4.4. Regression Analysis with Three Principal Components
For training and testing, all the three PCs are used and R-value of 0.77 is obtained in the regression analysis signifying high correlation between SpHb and Hb_{lab}. Mean bias, MSE and RMSE between Hb_{lab} and SpHb is 0.3 g/dL, 1.81 and 0.6633, respectively.
DISCUSSION AND CONCLUSION
In this work, the non-invasive estimation of Hb using principal component analysis and neural networks is discussed. The PCA has been performed on the PPG signal to obtain principal components. These principal components are given as input to neural networks. The design is tested with different combinations of principal components.
It is observed from Table 2 that bias between SpHb and Hb_{lab} obtained is high for estimation of SpHb using one principal component when compared with the estimation of SpHb using two and three principal components. It is also observed that the correlation between SpHb and Hb_{lab} shows better results for the estimation of SpHb using two or all PCs. It can be seen that the accuracy being achieved is increased with a number of principal components as inputs. This is because there is a loss of information in the input data if less principal components are used. But the hardware utilization is minimum with less number of principal components.
Finally, the accuracy obtained with one PC is 63.1% which is on the lower side, whereas the regression analysis carried out using two and three principal components obtained from PCA exhibit higher accuracy of 84.7% and 95.7%. Future work will involve further clinical studies, optimization of the sensor and evaluation under different population setting. However, one of the limitations of the work is that the population setting chosen for the work does not include paediatric patients, accurately ill patient, pregnant population and surgical patients. With detailed analysis on a wide range of population setting, Hb prediction using PPG is a promising approach for non-invasive measurement.

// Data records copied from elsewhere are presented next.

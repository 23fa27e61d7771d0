package inflate

import "encoding/binary"

// reserve is what one turn of the fast loop may write at most: three literals, or two and the longest copy, which is rounded up to
// whole words.
const reserve = 3 + 258 + 8

// block decodes the symbols of one block into dst from n on.
func (d *tables) block(s *state, dst []byte, n int) (int, error) {
	n, done, err := d.fast(s, dst[:cap(dst)], n)
	if n > len(dst) {
		return len(dst), ErrLong
	}
	if done || err != nil {
		return n, err
	}
	return d.careful(s, dst, n)
}

// fast decodes while there is room for a whole turn on both sides. done tells that the block has ended.
func (d *tables) fast(s *state, dst []byte, n int) (_ int, done bool, err error) {
	if s.fake > 0 {
		return n, false, nil
	}
	s.tidy()
	src, at, buf, have := s.src, s.at, s.buf, s.have
	literals, offsets := &d.literals, &d.offsets
	const literalMask, offsetMask = 1<<literalBits - 1, 1<<offsetBits - 1
	for len(src)-at >= 16 && len(dst)-n >= reserve {
		buf |= binary.LittleEndian.Uint64(src[at:]) << (have & 63)
		at += int((63 - have) >> 3)
		have |= 56
		e := literals[buf&literalMask]
		if e&literalFlag != 0 {
			buf >>= e & 63 // the lowest byte is at most 15 here; the bits above it are of no matter to the mask
			have -= uint(e & 0xff)
			dst[n] = byte(e >> 16)
			n++
			e = literals[buf&literalMask]
			if e&literalFlag != 0 {
				buf >>= e & 63
				have -= uint(e & 0xff)
				dst[n] = byte(e >> 16)
				n++
				e = literals[buf&literalMask]
				if e&literalFlag != 0 {
					buf >>= e & 63
					have -= uint(e & 0xff)
					dst[n] = byte(e >> 16)
					n++
					continue
				}
			}
			buf |= binary.LittleEndian.Uint64(src[at:]) << (have & 63)
			at += int((63 - have) >> 3)
			have |= 56
		}
		if e&special != 0 {
			if e&subtable == 0 {
				if e&endOfBlock == 0 {
					return n, false, ErrCorrupt
				}
				s.at, s.buf, s.have = at, buf>>(e&63), have-uint(e&0xff)
				s.tidy()
				return n, true, nil
			}
			buf >>= literalBits
			have -= literalBits
			e = literals[e>>16&0x7fff+uint32(buf)&(1<<(e>>8&15)-1)]
			if e&literalFlag != 0 {
				buf >>= e & 63
				have -= uint(e & 0xff)
				dst[n] = byte(e >> 16)
				n++
				continue
			}
			if e&special != 0 {
				if e&endOfBlock == 0 {
					return n, false, ErrCorrupt
				}
				s.at, s.buf, s.have = at, buf>>(e&63), have-uint(e&0xff)
				s.tidy()
				return n, true, nil
			}
		}
		length := int(e>>16) + int(buf&(1<<(e&63)-1)>>(e>>8&15))
		buf >>= e & 63
		have -= uint(e & 0xff)
		e = offsets[buf&offsetMask]
		if e&special != 0 {
			if e&subtable == 0 {
				return n, false, ErrCorrupt
			}
			buf >>= offsetBits
			have -= offsetBits
			e = offsets[e>>16&0x1ff+uint32(buf)&(1<<(e>>8&15)-1)]
			if e&special != 0 {
				return n, false, ErrCorrupt
			}
		}
		distance := int(e>>16) + int(buf&(1<<(e&63)-1)>>(e>>8&15))
		buf >>= e & 63
		have -= uint(e & 0xff)
		if distance > n {
			return n, false, ErrCorrupt
		}
		end := n + length
		if distance >= 8 {
			for from := n - distance; n < end; n, from = n+8, from+8 {
				binary.LittleEndian.PutUint64(dst[n:], binary.LittleEndian.Uint64(dst[from:]))
			}
		} else if distance == 1 {
			word := uint64(dst[n-1]) * 0x0101010101010101
			for ; n < end; n += 8 {
				binary.LittleEndian.PutUint64(dst[n:], word)
			}
		} else {
			for from := n - distance; n < end; n, from = n+1, from+1 {
				dst[n] = dst[from]
			}
		}
		n = end
	}
	s.at, s.buf, s.have = at, buf, have
	s.tidy()
	return n, false, nil
}

// tidy gives whole bytes back that the fast loop has read ahead: its buffer holds bits above those that it counts.
func (s *state) tidy() {
	s.at -= int(s.have >> 3)
	s.have &= 7
	s.buf &= 1<<s.have - 1
}

// careful decodes symbol by symbol, up to the end of either side.
func (d *tables) careful(s *state, dst []byte, n int) (int, error) {
	for {
		s.fill()
		e := d.literals[s.buf&(1<<literalBits-1)]
		if e&special != 0 && e&subtable != 0 {
			s.take(literalBits)
			e = d.literals[e>>16&0x7fff+uint32(s.buf)&(1<<(e>>8&15)-1)]
		}
		if e == invalid || e&0xff == 0 {
			return n, s.why()
		}
		value := uint(s.buf&(1<<(e&63)-1)) >> (e >> 8 & 15)
		s.take(uint(e & 0xff))
		switch {
		case s.over():
			return n, ErrCut
		case e&literalFlag != 0:
			if n == len(dst) {
				return n, ErrLong
			}
			dst[n] = byte(e >> 16)
			n++
			continue
		case e&endOfBlock != 0 && e&special != 0:
			return n, nil
		case e&special != 0:
			return n, ErrCorrupt
		}
		length := int(e>>16&0x1ff) + int(value)
		o := d.offsets[s.buf&(1<<offsetBits-1)]
		if o&special != 0 && o&subtable != 0 {
			s.take(offsetBits)
			o = d.offsets[o>>16&0x1ff+uint32(s.buf)&(1<<(o>>8&15)-1)]
		}
		if o&special != 0 {
			return n, s.why()
		}
		distance := int(o>>16) + int(uint(s.buf&(1<<(o&63)-1))>>(o>>8&15))
		s.take(uint(o & 0xff))
		switch {
		case s.over():
			return n, ErrCut
		case distance > n:
			return n, ErrCorrupt
		case length > len(dst)-n:
			return n, ErrLong
		}
		for end := n + length; n < end; n++ {
			dst[n] = dst[n-distance]
		}
	}
}

// why tells whether a code that does not exist came from bits beyond the end.
func (s *state) why() error {
	if s.fake > 0 {
		return ErrCut
	}
	return ErrCorrupt
}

ETHICAL APPROVAL AND CONSENT TO PARTICIPATE
Institutional Ethical Clearance have been attained from Karpagam Academy of Higher Education and Sree Abirami Hospital, Coimbatore, India for performing human trials.
HUMAN AND ANIMAL RIGHTS
No animals were used inthis study. The reported experiments were performed in accordance with the Medical Council of India, Government of India and WHO norms.
CONSENT FOR PUBLICATION
Informed Consent was obtained from the subjects before the acquisition of PPG signal.
AVAILABILITY OF DATA AND MATERIALS
Not applicable.
FUNDING
None.
CONFLICT OF INTEREST
The authors declare no conflict of interest, financial or otherwise.
ACKNOWLEDGEMENTS
The authors of this paper wish to thank the help and support from the nursing and medical staff at the SreeAbhirami Hospitals, Coimbatore without whose kind support, the study could not have done.